La crisi sanitaria COVID-19 ci pone quindi davanti nuove problematiche. Qual è il bene da tutelare: il diritto alla privacy o l’interesse diffuso della società? 
È l’interesse diffuso della società a rendere più sicura, in questa fase straordinaria, la salute di tutti. Ma bisogna stabilire da subito le regole da attuare quando sarà terminata questa emergenza. Io sono favorevole al tracciamento, ma proprio perché teniamo alla salute di tutti, è necessario che nella fase successiva i dati raccolti vengano subito cancellati. Le sanzioni del GDPR (il regolamento dell’Unione europea in materia di trattamento dei dati personali e di privacy) oggi sono deboli e intervengono sempre ex post e su violazioni massive. Invece occorre evitare questo rischio e tenere presente che anche la violazione relativa ad un solo soggetto diventerebbe un fatto gravissimo tanto da distruggere un’esistenza umana. Ed è per questo che devono essere previste sanzioni molto dure per chi si appropria di quei dati. Nel momento di emergenza è opportuno far prevalere l’interesse della collettività e quindi sospendere la democrazia, ma quando termina l’emergenza tutte le libertà devono tornare a regime democratico.

Noi siamo già abituati a cedere i nostri dati ai grandi gestori di piattaforme, in questo caso quale sarebbe la differenza? 
I nostri dati sono già oggetto di marketing, ma qui si sta parlando di tracciare le nostre condizioni di salute, e per di più in modo massivo. Oggi nessuno ha a disposizione tutti i nostri dati sanitari, e anche quei pochi che concediamo alle piattaforme sono sempre raccolti con il nostro consenso. In questo caso, invece, o si utilizzano tutti i dati a disposizione dell’autorità pubblica, oppure non ha senso. Questi strumenti, per funzionare davvero, devono tracciare tutta la popolazione: quelli che hanno contratto il virus e tutti coloro con cui sono stati a contatto.

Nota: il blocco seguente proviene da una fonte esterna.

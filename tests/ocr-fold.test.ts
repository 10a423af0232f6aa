/**
 * ocrFold is one pass over the key; its definition is a sequence of global replacements (the
 * form it had before the one-pass version). The two must agree on every string, including the
 * overlapping pairs ("cli", "vvv"), spaces between the letters of a pair ("r n"), line ends
 * (which a regular expression's "." does not match) and characters outside ASCII.
 */
import fc from "fast-check";
import { describe, expect, it } from "vitest";
import { ocrFold } from "../src/normalize/ocr.js";

/** The definition: spaces removed, rn/cl/vv/li replaced in that order, classes mapped, repeats collapsed. */
function ocrFoldByReplacements(key: string): string {
  let s = key.replace(/ /g, "");
  for (const [re, to] of [
    [/rn/g, "m"],
    [/cl/g, "d"],
    [/vv/g, "w"],
    [/li/g, "h"],
  ] as const)
    s = s.replace(re, to);
  const classes: Record<string, string> = {
    "1": "l",
    i: "l",
    j: "l",
    "|": "l",
    "!": "l",
    "0": "o",
    "5": "s",
    "8": "b",
    c: "e",
  };
  let out = "";
  for (const ch of s) out += classes[ch] ?? ch;
  return out.replace(/(.)\1+/g, "$1");
}

/** Letters of the confusions, their results, separators and a few non-ASCII units. */
const ALPHABET = [
  "r",
  "n",
  "m",
  "c",
  "l",
  "d",
  "v",
  "w",
  "i",
  "h",
  "j",
  "e",
  "1",
  "|",
  "!",
  "0",
  "o",
  "5",
  "s",
  "8",
  "b",
  " ",
  "\n",
  "\r",
  "\u2028",
  "é",
  "ł",
  "\ud835",
  "\udc00",
  "a",
];

describe("ocrFold", () => {
  it("equals the sequence of replacements it is defined by, on any string", () => {
    fc.assert(
      fc.property(fc.array(fc.constantFrom(...ALPHABET), { maxLength: 24 }), (chars) => {
        const key = chars.join("");
        expect(ocrFold(key)).toBe(ocrFoldByReplacements(key));
      }),
      { numRuns: 20_000 },
    );
    fc.assert(
      fc.property(fc.string({ unit: "binary", maxLength: 40 }), (key) => {
        expect(ocrFold(key)).toBe(ocrFoldByReplacements(key));
      }),
      { numRuns: 5_000 },
    );
  });

  it("agrees on the worked overlaps and on a key longer than one conversion call", () => {
    for (const key of [
      "cli",
      "clli",
      "vvv",
      "vvvv",
      "r n",
      "lirn",
      "rnrn",
      "ccll",
      "",
      " ",
      "1l",
      "harrington",
    ])
      expect(ocrFold(key)).toBe(ocrFoldByReplacements(key));
    const long = "aldous clinch ".repeat(1_000);
    expect(ocrFold(long)).toBe(ocrFoldByReplacements(long));
  });
});
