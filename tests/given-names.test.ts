/**
 * A person named with a full given name that none of the entry's given names agrees with (not a
 * spelling, a misreading, a shortening or a pet form of one) is another person: "Josiah Aldous"
 * is not Jabez Harcourt Aldous (reason `given-name-differs`). An invented table.
 */
import { afterAll, beforeAll, describe, expect, it } from "vitest";
import { openTableKb, type TableKb } from "./helpers/table-kb.js";

let table: TableKb;

beforeAll(async () => {
  table = await openTableKb(
    [
      "id,name,type,aliases,description,prior",
      "P1,Jabez Harcourt Aldous,person,J. H. Aldous,harbour master of Harrowmouth,30",
      "P2,Henry Estton,person,,carter of Stenmouth,4",
      "P3,Ernest Caloock,person,,ship chandler,6",
      "P4,Margaret Pell,person,,innkeeper at Fort Ambry,5",
    ].join("\n"),
    "hawser-given-names-",
  );
});

afterAll(() => table.close());

const link = (text: string) => table.linker.link({ id: "m", text, type: "PER" });

describe("given names", () => {
  it("that differ leave the person unlinked, and say why", () => {
    for (const text of ["Josiah Aldous", "ALDOUS, Josiah H.", "Walter Estton"]) {
      const r = link(text);
      expect(r.entity, text).toBeNull();
    }
    const r = link("Josiah Aldous");
    expect(r.reasons.map((x) => x.code)).toContain("given-name-differs");
    expect(r.candidates.find((c) => c.entity === "P1")?.features.tokenSet).toBe(0);
  });

  it("that agree as a spelling, a misreading, a shortening or a middle name still link", () => {
    const cases: Array<[string, string]> = [
      ["Jabez Aldous", "P1"],
      ["Jabcz Aldous", "P1"], // misread
      ["Harcourt Aldous", "P1"], // his middle name
      ["J. H. Aldous", "P1"], // initials say nothing
      ["Emest Caloock", "P3"], // rn read as m
      ["Marg. Pell", "P4"], // a clerk's shortening
    ];
    for (const [text, eid] of cases) expect(link(text).entity, text).toBe(eid);
  });

  it("that are pet forms of each other link, a pet form counting nearly as the name", () => {
    for (const [text, eid] of [
      ["Harry Estton", "P2"],
      ["Peggy Pell", "P4"],
    ] as const) {
      const r = link(text);
      expect(r.entity, text).toBe(eid);
      expect(
        r.reasons.map((x) => x.code),
        text,
      ).not.toContain("given-name-differs");
    }
  });
});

Secondo il suo parere queste tecnologie sarebbero efficaci? Antonello Soro, il garante per la protezione dei dati personali, ha detto che questi sistemi di sorveglianza sarebbero inutili se non accompagnati da test diagnostici. 
Certo, il tema di fondo non è solo tracciare le patologie conclamate, ma anche tutti gli altri fenomeni come i soggetti positivi non sintomatici che sono fortemente contagiosi. Noi abbiamo norme che ci consentono di farlo, perché l’articolo 9 del GDPR prevede che, proprio in casi di necessità, i dati sanitari possano essere utilizzati. Ma deve esserci una base normativa, un provvedimento specifico che si occupi non solo dell’emergenza ma anche di quello che succederà dopo. Altrimenti tra qualche anno ci ritroveremo ad avere cittadini di ‘Serie A’ e ‘Serie B’, cioè quelli che non hanno uno stato di salute ineccepibile e a cui tante banche o aziende non concederanno prestiti o assicurazioni. Oggi questo già succede con singoli dati raccolti in maniera furtiva, immaginiamo cosa potrebbe capitare se la violazione avvenisse con la raccolta di una mole immensa di dati immessi in un unico sistema. Ricordiamoci che il dato più sensibile che abbiamo è proprio quello sanitario. Qui si tratta di tutelare la sicurezza di informazioni che rappresentano l’identità più profonda di ciascuno di noi.